Project factsheet
English name: |
Large-scale, Cross-lingual Trend Mining and Summarisation of Real-time Media Streams |
Project type: |
A European collaborative project, FP7-ICT-2011-7 (grant agreement number 287863) |
Duration: |
1 November 2011 ‒ 31 October 2014 |
Project Web page: |
|
Principal investigator: |
Thierry Declerck |
Polish participation
Polish name: |
Wielkoskalowa, wielojęzyczna analiza trendów i agregacja strumieni danych w czasie rzeczywistym |
Project type: |
A Ministry of Science and Higher Education support for the Polish participation in the project (grant agreement W137/7.PR/2014) |
Duration: |
1 November 2013 – 31 October 2014 |
Principal investigator: |
Maciej Ogrodniczuk |
Institution: |
Linguistic Engineering Group, Institute of Computer Science, Polish Academy of Sciences |
Project summary
The recent massive growth in online media and the rise of user-authored content (e.g weblogs, Twitter, Facebook) has lead to challenges of how to access and interpret these strongly multilingual data, in a timely, efficient, and affordable manner. Scientifically, streaming online media pose new challenges, due to their shorter, noisier, and more colloquial nature. Moreover, they form a temporal stream strongly grounded in events and context. Consequently, existing language technologies fall short on accuracy, scalability and portability.

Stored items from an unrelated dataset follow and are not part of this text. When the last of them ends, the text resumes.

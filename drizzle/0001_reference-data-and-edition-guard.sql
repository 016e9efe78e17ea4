-- Reference data: the roles. Visitors are not stored; they are the absence of a session.
INSERT INTO "roles" ("name", "rank", "description") VALUES
  ('contributor', 1, 'Owns a workspace; clones, edits, computes, uploads samples and submits proposals'),
  ('curator', 2, 'Reviews proposals, publishes and retracts editions'),
  ('admin', 3, 'Manages users, roles and invitations; reads the audit log; bulk import')
ON CONFLICT ("name") DO NOTHING;
--> statement-breakpoint
-- Published editions are immutable: no DELETE, and no UPDATE except recording a retraction once.
CREATE OR REPLACE FUNCTION ergoshelf_guard_edition() RETURNS trigger
LANGUAGE plpgsql AS $$
BEGIN
  IF TG_OP = 'DELETE' THEN
    RAISE EXCEPTION 'edition % of model % is published and cannot be deleted', OLD.number, OLD.model_id
      USING ERRCODE = 'integrity_constraint_violation';
  END IF;
  IF OLD.retracted_at IS NOT NULL THEN
    RAISE EXCEPTION 'edition % of model % is retracted and cannot be changed', OLD.number, OLD.model_id
      USING ERRCODE = 'integrity_constraint_violation';
  END IF;
  IF NEW.id IS DISTINCT FROM OLD.id
     OR NEW.model_id IS DISTINCT FROM OLD.model_id
     OR NEW.number IS DISTINCT FROM OLD.number
     OR NEW.params IS DISTINCT FROM OLD.params
     OR NEW.content_hash IS DISTINCT FROM OLD.content_hash
     OR NEW.figures IS DISTINCT FROM OLD.figures
     OR NEW.verification IS DISTINCT FROM OLD.verification
     OR NEW.engine_version IS DISTINCT FROM OLD.engine_version
     OR NEW.note IS DISTINCT FROM OLD.note
     OR NEW.published_at IS DISTINCT FROM OLD.published_at
     OR NEW.published_by IS DISTINCT FROM OLD.published_by THEN
    RAISE EXCEPTION 'edition % of model % is published and immutable; only a retraction may be recorded', OLD.number, OLD.model_id
      USING ERRCODE = 'integrity_constraint_violation';
  END IF;
  IF NEW.retracted_at IS NULL OR NEW.retraction_reason IS NULL OR length(trim(NEW.retraction_reason)) = 0 THEN
    RAISE EXCEPTION 'a retraction needs a time and a reason'
      USING ERRCODE = 'integrity_constraint_violation';
  END IF;
  RETURN NEW;
END;
$$;
--> statement-breakpoint
CREATE TRIGGER editions_immutable
  BEFORE UPDATE OR DELETE ON "editions"
  FOR EACH ROW EXECUTE FUNCTION ergoshelf_guard_edition();
--> statement-breakpoint
-- TRUNCATE would bypass the row trigger; it is refused unless the session says it is a test reset
-- (SET ergoshelf.allow_truncate = 'on'). This guards against accidents, not against the table owner.
CREATE OR REPLACE FUNCTION ergoshelf_refuse_truncate() RETURNS trigger
LANGUAGE plpgsql AS $$
BEGIN
  IF coalesce(current_setting('ergoshelf.allow_truncate', true), '') <> 'on' THEN
    RAISE EXCEPTION 'published editions cannot be truncated'
      USING ERRCODE = 'integrity_constraint_violation';
  END IF;
  RETURN NULL;
END;
$$;
--> statement-breakpoint
CREATE TRIGGER editions_no_truncate
  BEFORE TRUNCATE ON "editions"
  FOR EACH STATEMENT EXECUTE FUNCTION ergoshelf_refuse_truncate();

The goal of this project is to deliver innovative, portable open-source real-time methods for cross-lingual mining and summarisation of large-scale stream media. TrendMiner achieves this through an inter-disciplinary approach, combining deep linguistic methods from text processing, knowledge-based reasoning from web science, machine learning, economics, and political science. No expensive human annotated data are required due to use of time-series data (e.g. financial markets, political polls) as a proxy. A key novelty are weakly supervised machine learning algorithms for automatic discovery of new trends and correlations. Scalability and affordability are addressed through a cloud-based infrastructure for real-time text mining from stream media.

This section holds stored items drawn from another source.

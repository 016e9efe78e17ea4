import { expect, test, type BrowserContext, type Page } from "@playwright/test";

const shots = `${process.env.ERGOSHELF_DATA_DIR ?? ".data"}/test-results/screens`;
const SOURCE = { slug: "buoy-k05-sea-state-hourly", edition: 1 };

// console.error in the page is a failure unless a test expects it.
test.beforeEach(async ({ page }) => {
  const errors: string[] = [];
  page.on("console", (msg) => {
    if (msg.type() === "error") errors.push(msg.text());
  });
  page.on("pageerror", (err) => errors.push(err.message));
  (page as Page & { consoleErrors?: string[] }).consoleErrors = errors;
});

// Items this file created; removed after each test through the item page's own delete action.
const created: string[] = [];
test.afterEach(async ({ page }, info) => {
  for (const id of created.splice(0)) {
    const res = await page.request.post(`/workspace/${id}`, { form: { intent: "delete", confirm: "yes" }, maxRedirects: 0 });
    expect([302, 404]).toContain(res.status());
  }
  const errors = (page as Page & { consoleErrors?: string[] }).consoleErrors ?? [];
  // A refused save answers 409 and the browser logs that status; a 5xx never passes.
  const unexpected = errors.filter((e) => !/Failed to load resource: the server responded with a status of 4\d\d/.test(e));
  if (info.expectedStatus === "passed") expect(unexpected, "console errors").toEqual([]);
});

async function signIn(page: Page, email: string) {
  await page.goto("/sign-in");
  await page.getByLabel("E-mail address").fill(email);
  await page.getByLabel("Password").fill("ergoshelf-demo");
  await page.getByRole("button", { name: "Sign in" }).click();
  await page.waitForURL("**/library");
}

function itemId(page: Page): string {
  const m = /\/workspace\/([0-9a-f-]{36})$/.exec(page.url());
  if (!m) throw new Error(`not on an item page: ${page.url()}`);
  return m[1];
}

async function cloneSource(page: Page, title: string): Promise<string> {
  await page.goto(`/workspace/new?slug=${SOURCE.slug}&edition=${SOURCE.edition}`);
  await page.getByLabel("Title of your copy").fill(title);
  await page.getByRole("button", { name: "Copy to my workspace" }).click();
  await page.waitForURL(/\/workspace\/[0-9a-f-]{36}$/);
  const id = itemId(page);
  created.push(id);
  await openItem(page, `/workspace/${id}`);
  return id;
}

/** The parameters the editor would save (the form's hidden field). */
async function formParams(page: Page): Promise<unknown> {
  return JSON.parse(await page.locator('input[type="hidden"][name="params"]').inputValue()) as unknown;
}

/** The server's entropy rate for `model`, as the preview prints it (6 decimals, bits). */
async function serverRate(context: BrowserContext | Page, model: unknown): Promise<string> {
  const res = await context.request.post("/api/v1/compute", { data: { model } });
  expect(res.status()).toBe(200);
  return ((await res.json()) as { entropyRate: { bits: number } }).entropyRate.bits.toFixed(6);
}

const cell = (page: Page, name: string) => page.getByRole("textbox", { name, exact: true });
const previewRate = (page: Page) => page.getByTestId("preview-entropy-rate");

/** Opens (or reloads) an item page and waits until it is live: the preview only runs once the page has hydrated. */
async function openItem(page: Page, path?: string) {
  if (path) await page.goto(path);
  else await page.reload();
  await expect(previewRate(page)).toHaveText(/^\d+\.\d{6}$/);
}

test("a contributor clones an edition, edits a cell, sees the preview change before saving, saves and restores", async ({ page }) => {
  await signIn(page, "contributor@example.org");
  const title = `Sea state refit ${Date.now()}`;
  await cloneSource(page, title);

  await expect(page.getByRole("heading", { level: 1 })).toHaveText(title);
  await expect(page.getByTestId("revision")).toHaveText("revision 1");
  const source = page.getByTestId("item-source");
  await expect(source).toContainText(`ergoshelf:${SOURCE.slug}@${SOURCE.edition}`);
  await expect(source.getByRole("link", { name: `edition ${SOURCE.edition}` })).toHaveAttribute("href", `/library/${SOURCE.slug}/e/${SOURCE.edition}`);
  await expect(page.getByRole("link", { name: "Submit for review" })).toHaveAttribute("href", `/workspace/${itemId(page)}/submit`);

  // The browser's preview of the clone is the server's figure for the edition's parameters.
  const original = await formParams(page);
  const before = await serverRate(page, original);
  await expect(previewRate(page)).toHaveText(before);
  // Where min-entropy is shown, so is the caution that a model estimate is not a source validation.
  await expect(page.getByRole("region", { name: "Live preview" })).toContainText("does not replace validation of a physical entropy source");

  // Move 0.06 of the first row from staying to the next state: the row still sums to 1.
  const stay = cell(page, "P(calm → calm)");
  const move = cell(page, "P(calm → swell)");
  const stayBefore = await stay.inputValue();
  await stay.fill(String(Number((Number(stayBefore) - 0.06).toFixed(4))));
  await expect(page.getByTestId("P-rowsum-0")).toContainText("not 1");
  await expect(page.locator("#P-row-0-error")).toContainText("Row calm: row 0 (\"calm\") sums to");
  await move.fill(String(Number((Number(await move.inputValue()) + 0.06).toFixed(4))));
  await expect(page.getByTestId("P-rowsum-0")).toHaveText("✓ 1");

  // Before any save: the figure has moved, to the server's figure for the edited matrix.
  const edited = await formParams(page);
  const after = await serverRate(page, edited);
  expect(after).not.toBe(before);
  await expect(previewRate(page)).toHaveText(after);
  await expect(page.getByTestId("revision")).toHaveText("revision 1");
  await expect(page.getByTestId("save-status")).toHaveText("Unsaved changes.");
  await page.screenshot({ path: `${shots}/workspace-edited.png`, fullPage: true });

  await page.getByRole("button", { name: "Save as revision 2" }).click();
  await expect(page.getByTestId("save-status")).toHaveText("Saved as revision 2.");
  await expect(page.getByTestId("revision")).toHaveText("revision 2");
  await expect(page.getByTestId("saved-figures")).toContainText(`entropy rate ${after}`);
  await expect(page.getByTestId("saved-figures")).toContainText("verified by two routes");

  await openItem(page);
  await expect(stay).toHaveValue(String(Number((Number(stayBefore) - 0.06).toFixed(4))));
  await page.getByRole("button", { name: "Restore revision 1" }).click();
  await expect(page.getByTestId("revision")).toHaveText("revision 3");
  await expect(stay).toHaveValue(stayBefore);
  await expect(previewRate(page)).toHaveText(before);
  await expect(page.getByTestId("revision-3")).toContainText("(current)");

  await page.setViewportSize({ width: 360, height: 780 });
  await page.screenshot({ path: `${shots}/workspace-item-360.png`, fullPage: true });
});

test("a save from a stale tab is refused with a clear message and the edits stay in the form", async ({ page, context }) => {
  await signIn(page, "contributor@example.org");
  const id = await cloneSource(page, `Stale tab check ${Date.now()}`);
  const other = await context.newPage();
  await openItem(other, `/workspace/${id}`);

  // The second tab saves first.
  await cell(other, "P(rough → rough)").fill("0.7");
  await cell(other, "P(rough → storm)").fill("0.12");
  await other.getByRole("button", { name: "Save as revision 2" }).click();
  await expect(other.getByTestId("save-status")).toHaveText("Saved as revision 2.");

  // This tab still works from revision 1.
  await cell(page, "P(swell → swell)").fill("0.75");
  await cell(page, "P(swell → rough)").fill("0.15");
  await page.getByRole("button", { name: "Save as revision 2" }).click();
  const notice = page.getByTestId("stale-notice");
  await expect(notice).toContainText("Not saved: this item was saved elsewhere (revision 2) after you opened revision 1.");
  await expect(notice).toContainText("your edits are still in this form");
  await expect(cell(page, "P(swell → swell)")).toHaveValue("0.75");
  await expect(cell(page, "P(swell → rough)")).toHaveValue("0.15");
  await expect(page.getByRole("button", { name: "Save as revision 2" })).toBeDisabled();
  await page.screenshot({ path: `${shots}/workspace-stale.png`, fullPage: true });

  // Nothing of the other tab's save was overwritten.
  await openItem(other);
  await expect(other.getByTestId("revision")).toHaveText("revision 2");
  await expect(cell(other, "P(rough → storm)")).toHaveValue("0.12");
  await expect(cell(other, "P(swell → swell)")).not.toHaveValue("0.75");

  // The user chooses to save on top; revision 2 stays in the history.
  await page.getByRole("button", { name: "Save mine as revision 3" }).click();
  await expect(page.getByTestId("save-status")).toHaveText("Saved as revision 3.");
  await expect(notice).toHaveCount(0);
  await expect(page.getByTestId("revision-2")).toBeVisible();
  await other.close();
});

/** Entropy rate (bits) of a random walk on an undirected weighted graph without self-loops:
 *  H(w_e / 2W over both directions of each edge) − H(w_i / 2W over nodes) (the closed form DESIGN.md names). */
function walkRateBits(edges: [string, string, number][]): number {
  const W = edges.reduce((s, e) => s + e[2], 0);
  const node = new Map<string, number>();
  for (const [u, v, w] of edges) {
    node.set(u, (node.get(u) ?? 0) + w);
    node.set(v, (node.get(v) ?? 0) + w);
  }
  const h = (ps: number[]) => -ps.filter((p) => p > 0).reduce((s, p) => s + p * Math.log2(p), 0);
  return h(edges.flatMap((e) => [e[2] / (2 * W), e[2] / (2 * W)])) - h([...node.values()].map((w) => w / (2 * W)));
}

test("a new graph-walk item takes its edges from CSV", async ({ page }) => {
  await signIn(page, "contributor@example.org");
  await page.goto("/workspace/new");
  await page.getByLabel("Family").selectOption("graph-walk");
  const title = `Cold store walk ${Date.now()}`;
  await page.getByLabel("Title").fill(title);
  await page.getByRole("button", { name: "Create item" }).click();
  await page.waitForURL(/\/workspace\/[0-9a-f-]{36}$/);
  created.push(itemId(page));
  await openItem(page);
  await expect(page.getByTestId("item-source")).toContainText("not cloned");

  const start = (await formParams(page)) as { nodes: string[]; edges: [string, string, number][] };
  await page.getByText("Import edges from CSV").click();
  const box = page.getByLabel(/One edge per line/);
  await box.fill("u,v,w\ndock;freezer-door;2\nfreezer-door aisle-2\n");
  await page.getByRole("button", { name: "Add these edges" }).click();
  await expect(page.getByRole("alert").filter({ hasText: "line 3" })).toContainText('expected "u,v,w"');
  expect(((await formParams(page)) as { edges: unknown[] }).edges).toHaveLength(start.edges.length);

  await box.fill("u,v,w\ndock;freezer-door;2\nfreezer-door,aisle-2,0.5\n");
  await page.getByRole("button", { name: "Add these edges" }).click();
  const params = (await formParams(page)) as { nodes: string[]; edges: [string, string, number][] };
  expect(params.nodes).toEqual([...start.nodes, "freezer-door"]);
  expect(params.edges.slice(-2)).toEqual([
    ["dock", "freezer-door", 2],
    ["freezer-door", "aisle-2", 0.5],
  ]);
  const expected = walkRateBits(params.edges).toFixed(6);
  await expect(previewRate(page)).toHaveText(expected);
  expect(await serverRate(page, params)).toBe(expected);
  await expect(page.getByTestId("sweep-chart")).toBeVisible();

  await page.getByRole("button", { name: "Save as revision 2" }).click();
  await expect(page.getByTestId("save-status")).toHaveText("Saved as revision 2.");
  await openItem(page);
  await expect(page.getByLabel("Edge 5, weight")).toHaveValue("0.5");
  await page.screenshot({ path: `${shots}/workspace-graph-walk.png`, fullPage: true });

  // Deleting from the page takes it off the list.
  await page.getByRole("button", { name: "Delete…" }).click();
  await page.getByLabel(/Yes, delete/).check();
  await page.getByRole("button", { name: "Delete item" }).click();
  await page.waitForURL(/\/workspace$/);
  await expect(page.getByRole("link", { name: title })).toHaveCount(0);
});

Results are validated in two high-profile case studies: financial decision support (with analysts, traders, regulators, and economists) and political analysis and monitoring (with politicians, economists, and political journalists). The techniques are generic with many business applications: business intelligence, customer relations management, community support. The project also benefits society and ordinary citizens by enabling enhanced access to government data archives, summarisation of online health information and tracking of hot societal issues.